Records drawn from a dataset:
def _expected_text(expected) -> str:
    names = sorted({_describe_terminal(t) for t in expected if t != "COMMENT"})
    if not names:
        return ""
    return "; expected " + (names[0] if len(names) == 1 else "one of " + ", ".join(names))


def _line_col_at(text: str, offset: int) -> tuple[int, int]:
    line = text.count("\n", 0, offset) + 1
    col = offset - (text.rfind("\n", 0, offset) + 1) + 1
    return line, col


def _check_nesting(path: str, text: str) -> None:
    """Reject expressions nesting deeper than MAX_NESTING before lark sees them."""
    depth = 0
    nots = 0
    i, n = 0, len(text)
    while i < n:
        c = text[i]
        if c == "#":
            j = text.find("\n", i)
            i = n if j < 0 else j
            continue
        if c == '"':
            j = text.find('"', i + 1)
            i = n if j < 0 else j + 1
            continue
        if c == "\n":
            depth = nots = 0
        elif c in "({":
            depth += 1
        elif c in ")}":
            depth = max(0, depth - 1)
        elif c in "!~" and text[i + 1:i + 2] != "=":
            nots += 1
        elif not c.isspace():
            nots = 0
        if depth + nots > MAX_NESTING:
            line, col = _line_col_at(text, i)
            raise InputError(Pos(path, line, col),
                             f"expression nests deeper than {MAX_NESTING} levels (the limit)")
        i += 1


def decode_source(path: str, data: bytes) -> str:
    """UTF-8 text of a source file, or an InputError at the first bad byte."""
    if len(data) > MAX_FILE_BYTES:
        raise InputError(Pos(path, 1, 1), f"file is larger than {MAX_FILE_BYTES // (1024 * 1024)} MiB (the limit)")
    try:
        text = data.decode("utf-8")
    except UnicodeDecodeError as e:
        prefix = data[:e.start].decode("utf-8", errors="replace")
        line, col = _line_col_at(prefix, len(prefix))
        raise InputError(Pos(path, line, col), f"not UTF-8 text (byte 0x{data[e.start]:02x}); a .cnl file is UTF-8") from None
    if text.startswith("\ufeff"):
        text = text[1:]
    nul = text.find("\x00")
    if nul >= 0:
        line, col = _line_col_at(text, nul)
        raise InputError(Pos(path, line, col), "NUL character; a .cnl file is text")
    return text


def parse_text(path: str, text: str) -> File:
    """Parse one file's text into a :class:`File`; raises InputError on any syntax error.

    The hand-written reader of :mod:`checker.lang.cnl_fast` reads a well-formed
    text to the same ``File`` several times faster; whatever it does not take
    (every text with an error among them) goes the lark route, which gives the message.
    """
    fast = read_fast(path, text)
    if fast is not None:
        return fast
    return parse_text_lark(path, text)


def parse_text_lark(path: str, text: str) -> File:
    """:func:`parse_text` by lark alone: the reference the fast reader is held to, and the
    source of every error message."""
    _check_nesting(path, text)
    from lark.exceptions import UnexpectedInput
    try:
        tree = _parser().parse(text, start="start")
    except UnexpectedInput as e:
        raise _unclosed(path, e) or _syntax_error(path, text, e) from None
    except _TooManyBits as b:
        name = b.design
        raise InputError(Pos(path, b.at.line, b.at.column),
                         f"this declaration takes the design declared at line {name.line} past "
                         f"{MAX_DESIGN_BITS} bits of its own (the limit); the rest of the file was not read") from None
    except _Dangling as d:
        raise InputError(Pos(path, d.comma.line, d.comma.column),
                         f"the line ends with ',' so the statement goes on, but the next line starts "
                         f"with '{d.word}'; remove the trailing comma") from None
    return _Builder(path).file(tree)


def parse_expr(where: str, text: str) -> Expr:
    """Parse one expression (a command-line condition, say); ``where`` names it in errors."""
    _check_nesting(where, text)
    if "\n" in text:
        raise InputError(Pos(where, 1, text.index("\n") + 1), "an expression is one line")
    fast = read_expr_fast(where, text)
    if fast is not None:
        return fast
    return parse_expr_lark(where, text)


def parse_expr_lark(where: str, text: str) -> Expr:
    """:func:`parse_expr` by lark alone, after its nesting and line checks (the fast reader's reference)."""
    from lark.exceptions import UnexpectedInput
    try:
        tree = _parser().parse(text, start="expr")
    except UnexpectedInput as e:
        raise _syntax_error(where, text, e) from None
    return _Builder(where).expr(tree)


def _unclosed(path: str, e: UnexpectedInput) -> Optional[InputError]:
    """The error at a bracket left open, when the parser failed on a later line because of it."""
    from lark.exceptions import UnexpectedEOF
    still_open = _parser().options.postlex.open
    if not still_open:
        return None
    br = still_open[-1]
    line = getattr(e, "line", None)
    if isinstance(line, int) and line > 0 and line <= br.line and not isinstance(e, UnexpectedEOF) \
            and getattr(getattr(e, "token", None), "type", "") != "$END":
        return None
    return InputError(Pos(path, br.line, br.column),
                      f"'{br}' is never closed (a statement continues across lines until its brackets close)")


_BLOCK_STARTS = ("design", "check")


def _unended(path: str, text: str, line: Optional[int], at_eof: bool) -> Optional[InputError]:
    """The error for a block left without its ``end``: the parser failed on a line that starts
    a new block (or at the end of the file) while a ``design`` or ``check`` block was open."""
    lines = text.split("\n")
    stop = len(lines) if at_eof or not isinstance(line, int) else min(line, len(lines))
    open_block: Optional[tuple[int, str, str]] = None  # line, kind, name
    for k in range(stop):
        words = lines[k].split("#", 1)[0].split()
        if not words:
            continue
        first = words[0]
        last_line = k + 1 == stop and not at_eof
        if first in _BLOCK_STARTS + ("use",) and open_block is not None and last_line:
            break
        if first in _BLOCK_STARTS:
            open_block = (k + 1, first, words[1] if len(words) > 1 else "")
        elif first == "end":
            open_block = None
    else:
        if not at_eof:
            return None
    if open_block is None:
        return None
    n, kind, name = open_block
    named = f" {name}" if name and name.isidentifier() else ""
    if at_eof:
        at = Pos(path, *_line_col_at(text, len(text)))
        where = "the end of file comes first"
    else:
        at = Pos(path, stop, len(lines[stop - 1]) - len(lines[stop - 1].lstrip()) + 1)
        where = "this line starts a new block first"
    return InputError(at, f"missing 'end' of the {kind} block{named} that began at line {n} ({where}; "
                          f"every design and check block ends with a line 'end')")


_OPERATOR_HINTS = {"+": "write '|' for or", "*": "write '&' for and"}
"""Characters a designer may write for a logic operator (Boolean algebra's + and *), with the hint."""


def _syntax_error(path: str, text: str, e: UnexpectedInput) -> InputError:
    from lark.exceptions import UnexpectedCharacters, UnexpectedEOF, UnexpectedToken
    line = getattr(e, "line", None)
    col = getattr(e, "column", None)
    tok = getattr(e, "token", None)
    at_eof = isinstance(e, UnexpectedEOF) or getattr(tok, "type", "") == "$END"
    unended = _unended(path, text, line, at_eof)
    if unended is not None:
        return unended
    if isinstance(e, UnexpectedCharacters):
        ch = text[e.pos_in_stream] if e.pos_in_stream is not None and e.pos_in_stream < len(text) else "?"
        msg = f"unexpected character {ch!r}" + _expected_text(e.allowed or ())
        hint = _OPERATOR_HINTS.get(ch, "")
        if hint:
            msg += f" (expressions are logic, not arithmetic: {hint})"
    elif isinstance(e, UnexpectedToken):
        tok = e.token
        if tok.type == "$END":
            msg = "unexpected end of file" + _expected_text(e.expected)
            line, col = _line_col_at(text, len(text))
        elif tok.type == "_NL":
            msg = "unexpected end of line" + _expected_text(e.expected)
        else:
            msg = f"unexpected {str(tok)!r}" + _expected_text(e.expected)
            if tok.type in _parser().terminals and str(tok) in RESERVED:
                msg += f" ('{tok}' is a reserved word)"
    elif isinstance(e, UnexpectedEOF):
        line, col = _line_col_at(text, len(text))
        msg = "unexpected end of file" + _expected_text(e.expected)
    else:  # pragma: no cover - lark has no other kinds today
        msg = "syntax error"
    if not isinstance(line, int) or line < 1:
        line, col = _line_col_at(text, len(text))
    return InputError(Pos(path, line, col if isinstance(col, int) and col > 0 else 1), msg)


def _index_text(ix: Index) -> str:
    return f"[{ix.first}]" if ix.last is None else f"[{ix.first}:{ix.last}]"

Work order » All lines above between those holding "return _Builder(path).file(tree)" and "def _unclosed(path: str, e: UnexpectedInput)", inclusive, must be set down unchanged, and no other line may be included.

Answer to the exercise »
    return _Builder(path).file(tree)


def parse_expr(where: str, text: str) -> Expr:
    """Parse one expression (a command-line condition, say); ``where`` names it in errors."""
    _check_nesting(where, text)
    if "\n" in text:
        raise InputError(Pos(where, 1, text.index("\n") + 1), "an expression is one line")
    fast = read_expr_fast(where, text)
    if fast is not None:
        return fast
    return parse_expr_lark(where, text)


def parse_expr_lark(where: str, text: str) -> Expr:
    """:func:`parse_expr` by lark alone, after its nesting and line checks (the fast reader's reference)."""
    from lark.exceptions import UnexpectedInput
    try:
        tree = _parser().parse(text, start="expr")
    except UnexpectedInput as e:
        raise _syntax_error(where, text, e) from None
    return _Builder(where).expr(tree)


def _unclosed(path: str, e: UnexpectedInput) -> Optional[InputError]:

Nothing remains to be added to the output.